⟨

use super::*;

fn example_path() -> PathBuf {
    Path::new(env!("CARGO_MANIFEST_DIR")).join("config/example.toml")
}

/// Writes `text` as a config beside a copy of the shipped station list.
fn config_in_tempdir(text: &str) -> (tempfile::TempDir, PathBuf) {
    let dir = tempfile::tempdir().unwrap();
    std::fs::copy(
        Path::new(env!("CARGO_MANIFEST_DIR")).join("config/stations.toml"),
        dir.path().join("stations.toml"),
    )
    .unwrap();
    let path = dir.path().join("config.toml");
    std::fs::write(&path, text).unwrap();
    (dir, path)
}

#[test]
fn shipped_example_is_valid_and_complete() {
    let cfg = Config::load(&example_path()).unwrap_or_else(|e| panic!("{e}"));
    assert_eq!(cfg.stations.len(), 4);
    assert_eq!(cfg.ephemeris, EphemerisChoice::Embedded);
    assert_eq!(cfg.fit.ladder.len(), 5);
    assert_eq!(
        cfg.fit.ladder[4],
        vec![NonGravTerm::A1, NonGravTerm::A2, NonGravTerm::A3]
    );
    assert_eq!(
        cfg.links,
        vec![vec![
            DesignationKey::TrkSub {
                name: "P26zQa1".into(),
                station: "ZQA".into()
            },
            DesignationKey::ProvId("2026 ZA7".into()),
        ]]
    );
    assert_eq!(cfg.api.bind.port(), 8620);
}

#[test]
fn three_mistakes_are_all_reported_with_line_and_key() {
    let text = "\
[directories]
incoming = \"in\"
archive = \"arch\"
rejected = \"rej\"
database = \"db\"

[stations]
file = \"stations.toml\"

[fit]
reject_chi2 = 8.0
recover_chi = 7.0
sigma_floor_arcsec = -0.1

[api]
bind = \"localhost-ish\"
";
    let (_dir, path) = config_in_tempdir(text);
    let err = Config::load(&path).unwrap_err();
    let got: Vec<(usize, &str)> = err
        .problems
        .iter()
        .map(|p| (p.line, p.key.as_str()))
        .collect();
    assert_eq!(
        got,
        vec![
            (12, "fit.recover_chi"),
            (13, "fit.sigma_floor_arcsec"),
            (16, "api.bind")
        ],
        "{err}"
    );
    assert!(err.problems[0].reason.contains("unknown key"));
    assert!(err.problems[1].reason.contains("positive"));
    assert!(err.problems[2].reason.contains("not an address"));
    assert!(err.to_string().contains("3 problem(s)"));
}

#[test]
fn problems_in_the_station_list_name_that_file() {
    let dir = tempfile::tempdir().unwrap();
    std::fs::write(
        dir.path().join("stations.toml"),
        "[[station]]\ncode = \"ZQA\"\nlongitude_deg = 10.0\nlatitude_deg = 10.0\n",
    )
    .unwrap();
    let path = dir.path().join("config.toml");
    std::fs::write(
        &path,
        "[directories]\nincoming = \"a\"\narchive = \"b\"\nrejected = \"c\"\ndatabase = \"d\"\n[stations]\nfile = \"stations.toml\"\n",
    )
    .unwrap();
    let err = Config::load(&path).unwrap_err();
    assert_eq!(err.problems.len(), 1, "{err}");
    assert!(err.problems[0].file.ends_with("stations.toml"));
    assert_eq!(err.problems[0].key, "station[0].height_m");
    assert_eq!(err.problems[0].reason, "required key is missing");
}

/// Issue 12, point 7: an unreadable station list is reported at the key
/// that names it, with the path that was tried.
#[test]
fn an_unreadable_station_list_names_the_key_and_the_path() {
    let dir = tempfile::tempdir().unwrap();
    let path = dir.path().join("config.toml");
    std::fs::write(
        &path,
        "[directories]\nincoming = \"a\"\narchive = \"b\"\nrejected = \"c\"\ndatabase = \"d\"\n[stations]\nfile = \"absent.toml\"\n",
    )
    .unwrap();
    let err = Config::load(&path).unwrap_err();
    assert_eq!(err.problems.len(), 1, "{err}");
    let p = &err.problems[0];
    assert_eq!(p.file, path);
    assert_eq!((p.line, p.key.as_str()), (7, "stations.file"));
    let tried = dir.path().join("absent.toml");
    assert!(
        p.reason.starts_with(&format!(
            "cannot read the station list {}: ",
            tried.display()
        )),
        "{}",
        p.reason
    );
}

#[test]
fn wrong_types_and_bad_choices_are_explained() {
    let text = "\
[directories]
incoming = \"in\"
archive = \"in\"
rejected = \"rej\"
database = 7

[ephemeris]
source = \"spk\"

[fit]
ladder = [\"A1\", \"A4\"]
laws = [\"sunlight\"]

[alerts.email]
smtp_host = \"mail.invalid\"
from = \"nobody\"
to = []
";
    let (_dir, path) = config_in_tempdir(text);
    let err = Config::load(&path).unwrap_err();
    let text = err.to_string();
    for needle in [
        "directories.database': expected a string, found integer",
        "ephemeris.path': source = \"spk\" needs the path",
        "'A4' in rung 'A4' is not a term",
        "the first rung must be \"gravity\"",
        "'sunlight' is not a law",
        "'nobody' is not an e-mail address",
        "at least one recipient",
    ] {
        assert!(text.contains(needle), "missing {needle:?} in:\n{text}");
    }
}

#[test]
fn syntax_errors_give_the_line() {
    let (_dir, path) = config_in_tempdir("[directories]\nincoming = \"in\nx = 1\n");
    let err = Config::load(&path).unwrap_err();
    assert_eq!(err.problems.len(), 1);
    assert_eq!(err.problems[0].line, 2);
    assert!(err.problems[0].reason.starts_with("not valid TOML"));
}

#[test]
fn api_beyond_loopback_needs_a_token() {
    let text = "[directories]\nincoming = \"a\"\narchive = \"b\"\nrejected = \"c\"\ndatabase = \"d\"\n[api]\nbind = \"0.0.0.0:8620\"\n";
    let (_dir, path) = config_in_tempdir(text);
    let err = Config::load(&path).unwrap_err();
    assert!(err.to_string().contains("needs a token"), "{err}");
}

#[test]
fn a_bad_leap_second_table_is_reported_at_its_own_line() {
    let dir = tempfile::tempdir().unwrap();
    // IETF leap-seconds.list layout: NTP seconds, TAI-UTC, comment.
    std::fs::write(
        dir.path().join("leap.list"),
        "# test table\n2272060800\t10\t# 1 Jan 1972\nnot-a-number\t11\n",
    )
    .unwrap();
    let text = "[directories]\nincoming = \"a\"\narchive = \"b\"\nrejected = \"c\"\ndatabase = \"d\"\n[ephemeris]\nleap_seconds_file = \"leap.list\"\n";
    let path = dir.path().join("config.toml");
    std::fs::write(&path, text).unwrap();
    let err = Config::load(&path).unwrap_err();
    assert_eq!(err.problems.len(), 1, "{err}");
    assert!(err.problems[0].file.ends_with("leap.list"), "{err}");
    assert_eq!(err.problems[0].line, 3, "{err}");
}

#[test]
fn refit_and_logging_settings_are_read_and_checked() {
    let base =
        "[directories]\nincoming = \"a\"\narchive = \"b\"\nrejected = \"c\"\ndatabase = \"d\"\n";
    let text = format!(
        "{base}[refit]\nquiet_period_s = 1.5\nmax_delay_s = 30\nworkers = 2\nrescan_interval_s = 5\n[logging]\nlevel = \"perihelix=debug,info\"\nformat = \"json\"\n"
    );
    let (_dir, path) = config_in_tempdir(&text);
    let cfg = Config::load(&path).unwrap();
    assert_eq!(cfg.refit.quiet_period_s, 1.5);
    assert_eq!(cfg.refit.max_delay_s, 30.0);
    assert_eq!(cfg.refit.workers, 2);
    assert_eq!(cfg.refit.rescan_interval_s, 5.0);
    assert!(cfg.logging.json);
    let text = format!(
        "{base}[refit]\nquiet_period_s = 60\nmax_delay_s = 30\nworkers = 0\n[logging]\nformat = \"xml\"\n"
    );
    let (_dir, path) = config_in_tempdir(&text);
    let err = Config::load(&path).unwrap_err();
    let keys: Vec<&str> = err.problems.iter().map(|p| p.key.as_str()).collect();
    assert!(keys.contains(&"refit.workers"), "{err}");
    assert!(keys.contains(&"refit.max_delay_s"), "{err}");
    assert!(keys.contains(&"logging.format"), "{err}");
}
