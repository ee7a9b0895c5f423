//! Predictions from a fitted orbit: where an observer will see the body,
//! how it moves on the sky, how bright it should be and how uncertain the
//! place is.
//!
//! One trajectory is integrated from the fit's epoch over every prediction
//! time (backwards and forwards as needed, with a margin for the light
//! time), and each place comes from the observation model itself
//! ([`observe::predict`]): the same light-time solution, the same frames,
//! no aberration (astrometric places, comparable with catalogue stars).
//!
//! - Geometry: delta is |rho|, the observer-to-body distance at emission;
//!   r the heliocentric distance of the body at emission; the solar
//!   elongation the angle at the observer between the body and the Sun;
//!   the phase angle the angle at the body between the Sun and the
//!   observer. The Sun is taken where it is at the observation time: in
//!   its 8-minute light time to a 1 au observer it moves by about 6 km
//!   about the barycentre, 4e-8 rad.
//! - Rates: the model's own apparent motion, the observer-relative
//!   velocity projected on the sky ([`observe::Prediction`]). It leaves out
//!   the change of the light time along the arc, a relative error of order
//!   (d delta / dt) / c ~ 1e-4.
//! - Linear ellipse: C_sky = B C B^T, B the 2 x n partials of
//!   (RA cos Dec, Dec) with respect to the fitted parameters (from the
//!   state transition matrix and sensitivities at the emission time), C
//!   the fit's covariance.
//! - Monte Carlo ellipse: parameter vectors drawn from N(fit, C), each
//!   integrated through the full force model on its own (no
//!   linearisation); the ellipse is the sample covariance of the sample
//!   places' offsets from the nominal place, and the offset of their mean
//!   is reported beside it (a linear map leaves it at zero; a large one
//!   says the linear map has failed).
//! - Ellipse axes are 1 sigma; the position angle is that of the major
//!   axis, measured from north through east (the astronomical convention),
//!   in [0, 180).

use nalgebra::{DVector, Matrix2, Vector2, Vector3};
use thiserror::Error;

use crate::astro::ephemeris::{Body, Ephemeris, EphemerisError, StateVector};
use crate::astro::forces::{ForceModel, ForceModelError};
use crate::astro::observer::{observer_barycentric_state, ObserverError, ObserverPosition};
use crate::astro::propagation::{PropagationError, PropagationSettings, Trajectory};
use crate::astro::time::{Epoch, ScaledInstant};

use super::lsq::OrbitFit;
use super::observe::{self, wrap_pi, ObserveError, ObserverAt, ARCSEC_PER_RAD};
use super::photometry::{predict_mag, MagnitudeLaw};
use super::sampling::{Gaussian, MultivariateNormal, SamplingError};

/// Fewest Monte Carlo samples accepted: below this a sample covariance of
/// two offsets means little.
pub const MIN_SAMPLES: usize = 10;

/// One place to predict: when, and from where.
#[derive(Debug, Clone, PartialEq)]
pub struct PredictionPoint {
    pub time: ScaledInstant,
    pub observer: ObserverPosition,
}

/// How the uncertainty ellipse is made.
#[derive(Debug, Clone, Copy, PartialEq, Eq)]
pub enum EllipseMethod {
    /// The covariance mapped through the partials.
    Linear,
    /// `samples` parameter vectors drawn with a generator seeded by `seed`,
    /// each propagated through the full force model.
    MonteCarlo { samples: usize, seed: u64 },
}

#[derive(Debug, Clone, PartialEq)]
pub struct PredictSettings {
    pub method: EllipseMethod,
    /// Integrator settings (partials are switched on where needed).
    pub propagation: PropagationSettings,
    /// The trajectory starts this long before the earliest time, for the
    /// light time: one day covers bodies out to 170 au.
    pub light_time_margin_days: f64,
    /// A brightness law gives each place a predicted magnitude.
    pub magnitude: Option<MagnitudeLaw>,
}
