//! A span-aware reader over a parsed TOML table that collects every problem
//! instead of stopping at the first, so `check-config` can list them all.
//!
//! serde would stop at the first error and forget where a key was; this
//! reader keeps the byte span of each key and value and turns it into a line
//! number, and reports keys nobody asked for as unknown.

use std::cell::RefCell;
use std::collections::BTreeSet;
use std::path::{Path, PathBuf};

use toml_edit::{Item, Key, TableLike, Value};

use super::ConfigProblem;

/// Shared state of one file being read: its text (for line numbers) and the
/// problems found so far.
pub struct Source<'s> {
    pub file: PathBuf,
    text: &'s str,
    problems: RefCell<Vec<ConfigProblem>>,
}

impl<'s> Source<'s> {
    pub fn new(file: &Path, text: &'s str) -> Self {
        Self {
            file: file.to_path_buf(),
            text,
            problems: RefCell::new(Vec::new()),
        }
    }

    /// 1-based line of a byte offset.
    pub fn line_of(&self, offset: usize) -> usize {
        let end = offset.min(self.text.len());
        self.text.as_bytes()[..end]
            .iter()
            .filter(|&&b| b == b'\n')
            .count()
            + 1
    }

    pub fn problem(&self, line: usize, key: &str, reason: impl Into<String>) {
        self.problems.borrow_mut().push(ConfigProblem {
            file: self.file.clone(),
            line,
            key: key.to_string(),
            reason: reason.into(),
        });
    }

    pub fn into_problems(self) -> Vec<ConfigProblem> {
        self.problems.into_inner()
    }

    pub fn has_problems(&self) -> bool {
        !self.problems.borrow().is_empty()
    }

    /// Directory that relative paths in this file are resolved against.
    pub fn base_dir(&self) -> PathBuf {
        self.file
            .parent()
            .map(Path::to_path_buf)
            .unwrap_or_else(|| PathBuf::from("."))
    }
}

/// One table (or inline table) of the document, with the dotted path that
/// names it in messages.
pub struct TableReader<'a, 's> {
    src: &'a Source<'s>,
    table: &'a dyn TableLike,
    path: String,
    line: usize,
    seen: RefCell<BTreeSet<String>>,
}

impl<'a, 's> TableReader<'a, 's> {
    pub fn new(src: &'a Source<'s>, table: &'a dyn TableLike, path: &str, line: usize) -> Self {
        Self {
            src,
            table,
            path: path.to_string(),
            line,
            seen: RefCell::new(BTreeSet::new()),
        }
    }

    pub fn source(&self) -> &'a Source<'s> {
        self.src
    }

    /// Line of the table header (or of its first key).
    pub fn line(&self) -> usize {
        self.line
    }

    pub fn full_key(&self, key: &str) -> String {
        if self.path.is_empty() {
            key.to_string()
        } else {
            format!("{}.{}", self.path, key)
        }
    }

    fn entry(&self, key: &str) -> Option<(&'a Key, &'a Item)> {
        self.seen.borrow_mut().insert(key.to_string());
        self.table.get_key_value(key)
    }

    fn line_of_entry(&self, k: &Key, item: &Item) -> usize {
        k.span()
            .or_else(|| item.span())
            .map(|s| self.src.line_of(s.start))
            .unwrap_or(self.line)
    }

    /// Reports a problem about `key` of this table, at its line if present.
    pub fn problem(&self, key: &str, reason: impl Into<String>) {
        let line = self
            .table
            .get_key_value(key)
            .map(|(k, item)| self.line_of_entry(k, item))
            .unwrap_or(self.line);
        self.src.problem(line, &self.full_key(key), reason);
    }

    fn value(&self, key: &str, required: bool) -> Option<(&'a Value, usize)> {
        match self.entry(key) {
            None => {
                if required {
                    self.src
                        .problem(self.line, &self.full_key(key), "required key is missing");
                }
                None
            }
            Some((k, item)) => {
                let line = self.line_of_entry(k, item);
                match item.as_value() {
                    Some(v) => Some((v, line)),
                    None => {
                        self.src.problem(
                            line,
                            &self.full_key(key),
                            "expected a value, found a table",
                        );
                        None
                    }
                }
            }
        }
    }

    fn typed<T>(
        &self,
        key: &str,
        required: bool,
        expected: &str,
        get: impl Fn(&Value) -> Option<T>,
    ) -> Option<T> {
        let (v, line) = self.value(key, required)?;
        match get(v) {
            Some(t) => Some(t),
            None => {
                self.src.problem(
                    line,
                    &self.full_key(key),
                    format!("expected {expected}, found {}", v.type_name()),
                );
                None
            }
        }
    }

    pub fn string(&self, key: &str, required: bool) -> Option<String> {
        self.typed(key, required, "a string", |v| {
            v.as_str().map(str::to_string)
        })
    }

    pub fn bool(&self, key: &str) -> Option<bool> {
        self.typed(key, false, "true or false", Value::as_bool)
    }

    /// A float; an integer is accepted too, since `1` and `1.0` mean the same
    /// to a person writing a threshold.
    pub fn f64(&self, key: &str, required: bool) -> Option<f64> {
        self.typed(key, required, "a number", |v| {
            v.as_float().or_else(|| v.as_integer().map(|i| i as f64))
        })
    }

    /// A float that must satisfy `check`, which names the reason when not.
    pub fn f64_where(
        &self,
        key: &str,
        required: bool,
        check: impl Fn(f64) -> Result<(), String>,
    ) -> Option<f64> {
        let x = self.f64(key, required)?;
        match check(x) {
            Ok(()) => Some(x),
            Err(reason) => {
                self.problem(key, reason);
                None
            }
        }
    }

    pub fn u64(&self, key: &str, required: bool) -> Option<u64> {
        let i = self.typed(key, required, "an integer", Value::as_integer)?;
        match u64::try_from(i) {
            Ok(u) => Some(u),
            Err(_) => {
                self.problem(key, format!("{i} is negative"));
                None
            }
        }
    }

    pub fn string_array(&self, key: &str, required: bool) -> Option<Vec<String>> {
        let arr = self.typed(key, required, "an array of strings", |v| {
            v.as_array().cloned()
        })?;
        let mut out = Vec::with_capacity(arr.len());
        for v in arr.iter() {
            match v.as_str() {
                Some(s) => out.push(s.to_string()),
                None => {
                    self.problem(
                        key,
                        format!(
                            "expected an array of strings, found a {} in it",
                            v.type_name()
                        ),
                    );
                    return None;
                }
            }
        }
        Some(out)
    }

    /// An array of numbers (integers accepted as for [`Self::f64`]).
    pub fn f64_array(&self, key: &str, required: bool) -> Option<Vec<f64>> {
        let arr = self.typed(key, required, "an array of numbers", |v| {
            v.as_array().cloned()
        })?;
        let numbers: Option<Vec<f64>> = arr
            .iter()
            .map(|v| v.as_float().or_else(|| v.as_integer().map(|i| i as f64)))
            .collect();
        if numbers.is_none() {
            self.problem(
                key,
                "expected an array of numbers, found something else in it",
            );
        }
        numbers
    }

    /// Whether `key` is present, whatever its type (it counts as read).
    pub fn has(&self, key: &str) -> bool {
        self.entry(key).is_some()
    }

    /// A path, resolved against the directory of the file it is written in.
    pub fn path(&self, key: &str, required: bool) -> Option<PathBuf> {
        let s = self.string(key, required)?;
        if s.trim().is_empty() {
            self.problem(key, "path is empty");
            return None;
        }
        let p = PathBuf::from(s);
        Some(if p.is_absolute() {
            p
        } else {
            self.src.base_dir().join(p)
        })
    }

    /// A sub-table; absent is fine (`None`), a non-table is a problem.
    pub fn table(&self, key: &str) -> Option<TableReader<'a, 's>> {
        let (k, item) = self.entry(key)?;
        let line = self.line_of_entry(k, item);
        match item.as_table_like() {
            Some(t) => Some(TableReader::new(self.src, t, &self.full_key(key), line)),
            None => {
                self.src.problem(
                    line,
                    &self.full_key(key),
                    format!("expected a table, found {}", item.type_name()),
                );
                None
            }
        }
    }

    /// An array of tables (`[[key]]`); absent gives an empty list.
    pub fn tables(&self, key: &str) -> Vec<TableReader<'a, 's>> {
        let Some((k, item)) = self.entry(key) else {
            return Vec::new();
        };
        let line = self.line_of_entry(k, item);
        match item.as_array_of_tables() {
            Some(arr) => arr
                .iter()
                .enumerate()
                .map(|(i, t)| {
                    let l = t.span().map(|s| self.src.line_of(s.start)).unwrap_or(line);
                    TableReader::new(self.src, t, &format!("{}[{}]", self.full_key(key), i), l)
                })
                .collect(),
            None => {
                self.src.problem(
                    line,
                    &self.full_key(key),
                    format!("expected [[{key}]] entries, found {}", item.type_name()),
                );
                Vec::new()
            }
        }
    }

    /// Reports every key of this table that no reader asked for.
    pub fn finish(self) {
        let seen = self.seen.borrow();
        for (key, item) in self.table.iter() {
            if !seen.contains(key) {
                let line = self
                    .table
                    .get_key_value(key)
                    .map(|(k, _)| self.line_of_entry(k, item))
                    .unwrap_or(self.line);
                self.src.problem(
                    line,
                    &self.full_key(key),
                    "unknown key (misspelt, or not a setting)",
                );
            }
        }
    }
}

/// Parses `text` as TOML, recording a syntax error as a problem.
pub fn parse(src: &Source<'_>, text: &str) -> Option<toml_edit::ImDocument<String>> {
    match toml_edit::ImDocument::parse(text.to_string()) {
        Ok(doc) => Some(doc),
        Err(e) => {
            let line = e.span().map(|s| src.line_of(s.start)).unwrap_or(1);
            let msg = e.message().trim().to_string();
            src.problem(line, "", format!("not valid TOML: {msg}"));
            None
        }
    }
}

impl Source<'_> {
    /// True when a problem was recorded for any key under `prefix`.
    pub fn has_problem_under(&self, prefix: &str) -> bool {
        self.problems
            .borrow()
            .iter()
            .any(|p| p.key.starts_with(prefix))
    }
}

⟩

WORK INSTRUCTION: Each line of the entries above that includes the string "TableLike" should be copied out.

RESULT OF THIS EXERCISE:
use toml_edit::{Item, Key, TableLike, Value};
    table: &'a dyn TableLike,
    pub fn new(src: &'a Source<'s>, table: &'a dyn TableLike, path: &str, line: usize) -> Self {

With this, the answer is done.